* What to do
The lines from the start of the records below through the line containing "factors eps out of" are to be copied exactly, both ends included, with nothing added.

* Saved entries
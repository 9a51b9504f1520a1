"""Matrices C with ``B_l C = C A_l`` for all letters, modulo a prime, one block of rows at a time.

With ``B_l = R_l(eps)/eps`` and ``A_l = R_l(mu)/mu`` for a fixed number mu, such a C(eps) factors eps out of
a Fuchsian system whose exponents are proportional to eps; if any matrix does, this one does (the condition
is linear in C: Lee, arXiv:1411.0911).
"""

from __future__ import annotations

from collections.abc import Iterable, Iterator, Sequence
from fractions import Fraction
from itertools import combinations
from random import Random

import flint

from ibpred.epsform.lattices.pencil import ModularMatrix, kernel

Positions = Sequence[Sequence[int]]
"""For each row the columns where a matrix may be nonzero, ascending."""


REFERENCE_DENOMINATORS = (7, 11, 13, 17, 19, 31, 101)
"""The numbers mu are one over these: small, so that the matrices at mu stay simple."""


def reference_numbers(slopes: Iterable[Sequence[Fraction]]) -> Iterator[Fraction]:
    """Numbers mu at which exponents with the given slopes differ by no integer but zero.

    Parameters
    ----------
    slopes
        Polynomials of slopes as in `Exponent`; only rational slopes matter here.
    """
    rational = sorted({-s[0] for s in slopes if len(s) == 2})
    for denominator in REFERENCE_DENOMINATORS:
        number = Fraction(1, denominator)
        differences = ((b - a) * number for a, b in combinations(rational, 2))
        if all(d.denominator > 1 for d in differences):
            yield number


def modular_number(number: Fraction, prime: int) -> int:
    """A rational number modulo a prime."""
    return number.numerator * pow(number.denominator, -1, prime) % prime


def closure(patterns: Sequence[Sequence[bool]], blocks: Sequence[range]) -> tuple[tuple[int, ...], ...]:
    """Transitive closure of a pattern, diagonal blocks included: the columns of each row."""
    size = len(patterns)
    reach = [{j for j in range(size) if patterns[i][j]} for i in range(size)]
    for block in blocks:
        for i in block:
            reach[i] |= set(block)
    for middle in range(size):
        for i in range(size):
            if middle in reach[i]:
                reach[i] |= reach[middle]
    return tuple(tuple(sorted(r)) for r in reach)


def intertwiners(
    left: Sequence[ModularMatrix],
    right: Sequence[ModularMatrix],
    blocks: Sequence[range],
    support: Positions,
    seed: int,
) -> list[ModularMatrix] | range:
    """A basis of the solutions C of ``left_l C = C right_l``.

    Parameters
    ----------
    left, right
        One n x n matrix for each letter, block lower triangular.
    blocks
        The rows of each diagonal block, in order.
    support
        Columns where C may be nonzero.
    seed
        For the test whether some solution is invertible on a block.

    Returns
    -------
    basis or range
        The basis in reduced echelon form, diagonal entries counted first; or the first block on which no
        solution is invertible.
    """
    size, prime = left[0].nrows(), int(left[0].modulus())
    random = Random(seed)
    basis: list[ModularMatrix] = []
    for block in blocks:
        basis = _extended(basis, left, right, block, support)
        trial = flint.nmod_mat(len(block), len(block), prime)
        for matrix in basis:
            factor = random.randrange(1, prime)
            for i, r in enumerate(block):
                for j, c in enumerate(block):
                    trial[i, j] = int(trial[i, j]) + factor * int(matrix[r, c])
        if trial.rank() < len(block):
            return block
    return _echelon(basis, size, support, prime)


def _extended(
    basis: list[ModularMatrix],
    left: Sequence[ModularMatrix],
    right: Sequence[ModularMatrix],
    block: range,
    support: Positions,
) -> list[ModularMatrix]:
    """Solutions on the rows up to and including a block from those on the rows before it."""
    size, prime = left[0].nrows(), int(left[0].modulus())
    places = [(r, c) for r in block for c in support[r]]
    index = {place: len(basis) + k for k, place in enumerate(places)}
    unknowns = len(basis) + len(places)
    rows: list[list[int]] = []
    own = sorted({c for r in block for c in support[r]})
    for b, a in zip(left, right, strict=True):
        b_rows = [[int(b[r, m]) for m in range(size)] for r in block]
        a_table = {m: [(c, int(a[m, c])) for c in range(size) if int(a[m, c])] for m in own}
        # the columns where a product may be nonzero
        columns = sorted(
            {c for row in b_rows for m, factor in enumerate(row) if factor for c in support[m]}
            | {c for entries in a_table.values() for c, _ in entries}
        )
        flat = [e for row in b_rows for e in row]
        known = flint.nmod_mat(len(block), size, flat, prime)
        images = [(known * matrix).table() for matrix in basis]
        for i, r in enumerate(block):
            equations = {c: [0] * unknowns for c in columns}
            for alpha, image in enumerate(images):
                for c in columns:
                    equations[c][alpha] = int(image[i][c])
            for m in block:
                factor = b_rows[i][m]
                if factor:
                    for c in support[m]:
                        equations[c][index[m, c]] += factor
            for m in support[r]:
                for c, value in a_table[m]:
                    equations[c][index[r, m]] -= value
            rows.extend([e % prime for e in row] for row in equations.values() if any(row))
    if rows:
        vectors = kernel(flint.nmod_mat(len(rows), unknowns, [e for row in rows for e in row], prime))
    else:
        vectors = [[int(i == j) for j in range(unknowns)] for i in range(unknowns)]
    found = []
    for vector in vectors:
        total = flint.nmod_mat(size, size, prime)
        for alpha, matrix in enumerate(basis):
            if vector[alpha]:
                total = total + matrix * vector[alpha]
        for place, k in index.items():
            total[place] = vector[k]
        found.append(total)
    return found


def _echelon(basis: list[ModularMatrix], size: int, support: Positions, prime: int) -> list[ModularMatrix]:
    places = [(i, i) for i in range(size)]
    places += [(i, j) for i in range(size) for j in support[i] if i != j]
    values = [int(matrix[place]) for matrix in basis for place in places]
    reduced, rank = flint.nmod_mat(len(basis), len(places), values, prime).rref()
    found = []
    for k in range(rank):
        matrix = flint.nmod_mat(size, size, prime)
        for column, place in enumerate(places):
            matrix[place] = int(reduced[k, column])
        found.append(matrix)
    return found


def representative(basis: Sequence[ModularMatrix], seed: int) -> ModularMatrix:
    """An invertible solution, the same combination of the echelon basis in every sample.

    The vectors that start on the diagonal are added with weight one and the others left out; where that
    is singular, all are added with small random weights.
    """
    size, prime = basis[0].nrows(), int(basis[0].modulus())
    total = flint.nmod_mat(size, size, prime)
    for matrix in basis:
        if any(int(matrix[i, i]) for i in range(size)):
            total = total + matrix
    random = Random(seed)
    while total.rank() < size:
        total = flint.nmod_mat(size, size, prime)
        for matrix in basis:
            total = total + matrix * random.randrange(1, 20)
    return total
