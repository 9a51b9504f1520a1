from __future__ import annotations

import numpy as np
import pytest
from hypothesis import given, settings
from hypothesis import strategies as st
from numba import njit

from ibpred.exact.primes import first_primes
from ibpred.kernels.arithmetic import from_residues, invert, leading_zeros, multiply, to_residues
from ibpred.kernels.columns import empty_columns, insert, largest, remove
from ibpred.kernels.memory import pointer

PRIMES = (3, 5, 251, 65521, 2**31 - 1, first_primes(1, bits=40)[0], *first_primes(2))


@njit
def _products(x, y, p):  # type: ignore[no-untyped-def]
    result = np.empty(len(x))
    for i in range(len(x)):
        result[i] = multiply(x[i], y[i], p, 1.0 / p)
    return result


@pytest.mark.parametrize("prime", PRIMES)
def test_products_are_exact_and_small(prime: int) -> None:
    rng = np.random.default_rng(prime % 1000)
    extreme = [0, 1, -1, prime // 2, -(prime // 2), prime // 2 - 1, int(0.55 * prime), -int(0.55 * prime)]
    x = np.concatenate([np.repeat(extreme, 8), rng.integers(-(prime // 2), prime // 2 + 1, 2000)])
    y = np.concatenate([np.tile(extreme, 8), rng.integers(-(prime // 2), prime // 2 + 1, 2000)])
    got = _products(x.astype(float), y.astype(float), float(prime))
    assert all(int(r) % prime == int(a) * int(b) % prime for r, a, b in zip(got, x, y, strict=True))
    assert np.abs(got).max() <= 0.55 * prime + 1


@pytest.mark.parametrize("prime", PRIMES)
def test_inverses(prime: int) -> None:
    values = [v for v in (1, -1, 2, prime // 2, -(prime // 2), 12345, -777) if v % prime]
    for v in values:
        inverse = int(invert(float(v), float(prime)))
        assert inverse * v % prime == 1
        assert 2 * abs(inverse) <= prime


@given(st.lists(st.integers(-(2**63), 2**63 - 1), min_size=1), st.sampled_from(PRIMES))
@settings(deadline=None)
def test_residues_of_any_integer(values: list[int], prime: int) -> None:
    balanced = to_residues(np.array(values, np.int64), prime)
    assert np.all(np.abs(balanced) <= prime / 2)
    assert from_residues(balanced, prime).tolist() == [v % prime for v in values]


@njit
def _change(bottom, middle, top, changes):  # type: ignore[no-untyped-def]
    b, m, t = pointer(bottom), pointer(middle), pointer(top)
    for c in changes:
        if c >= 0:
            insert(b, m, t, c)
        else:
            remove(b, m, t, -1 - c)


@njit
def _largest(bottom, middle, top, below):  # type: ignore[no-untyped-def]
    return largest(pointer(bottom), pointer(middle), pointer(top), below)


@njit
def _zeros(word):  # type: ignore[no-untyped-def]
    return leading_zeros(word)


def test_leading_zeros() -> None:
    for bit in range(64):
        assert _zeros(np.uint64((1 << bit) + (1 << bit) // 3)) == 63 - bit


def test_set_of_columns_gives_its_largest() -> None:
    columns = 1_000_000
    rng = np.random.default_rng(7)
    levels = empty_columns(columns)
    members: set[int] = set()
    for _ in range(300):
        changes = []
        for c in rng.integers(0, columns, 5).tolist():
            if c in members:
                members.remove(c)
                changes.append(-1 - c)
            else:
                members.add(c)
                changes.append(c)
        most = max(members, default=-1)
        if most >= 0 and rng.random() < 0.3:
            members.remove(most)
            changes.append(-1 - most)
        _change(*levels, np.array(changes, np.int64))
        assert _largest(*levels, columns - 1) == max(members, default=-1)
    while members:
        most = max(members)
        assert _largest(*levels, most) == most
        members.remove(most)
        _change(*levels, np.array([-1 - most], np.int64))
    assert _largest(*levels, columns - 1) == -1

* Your solution
repository 9a51b9504f1520a1
"""Matrices C with ``B_l C = C A_l`` for all letters, modulo a prime, one block of rows at a time.

With ``B_l = R_l(eps)/eps`` and ``A_l = R_l(mu)/mu`` for a fixed number mu, such a C(eps) factors eps out of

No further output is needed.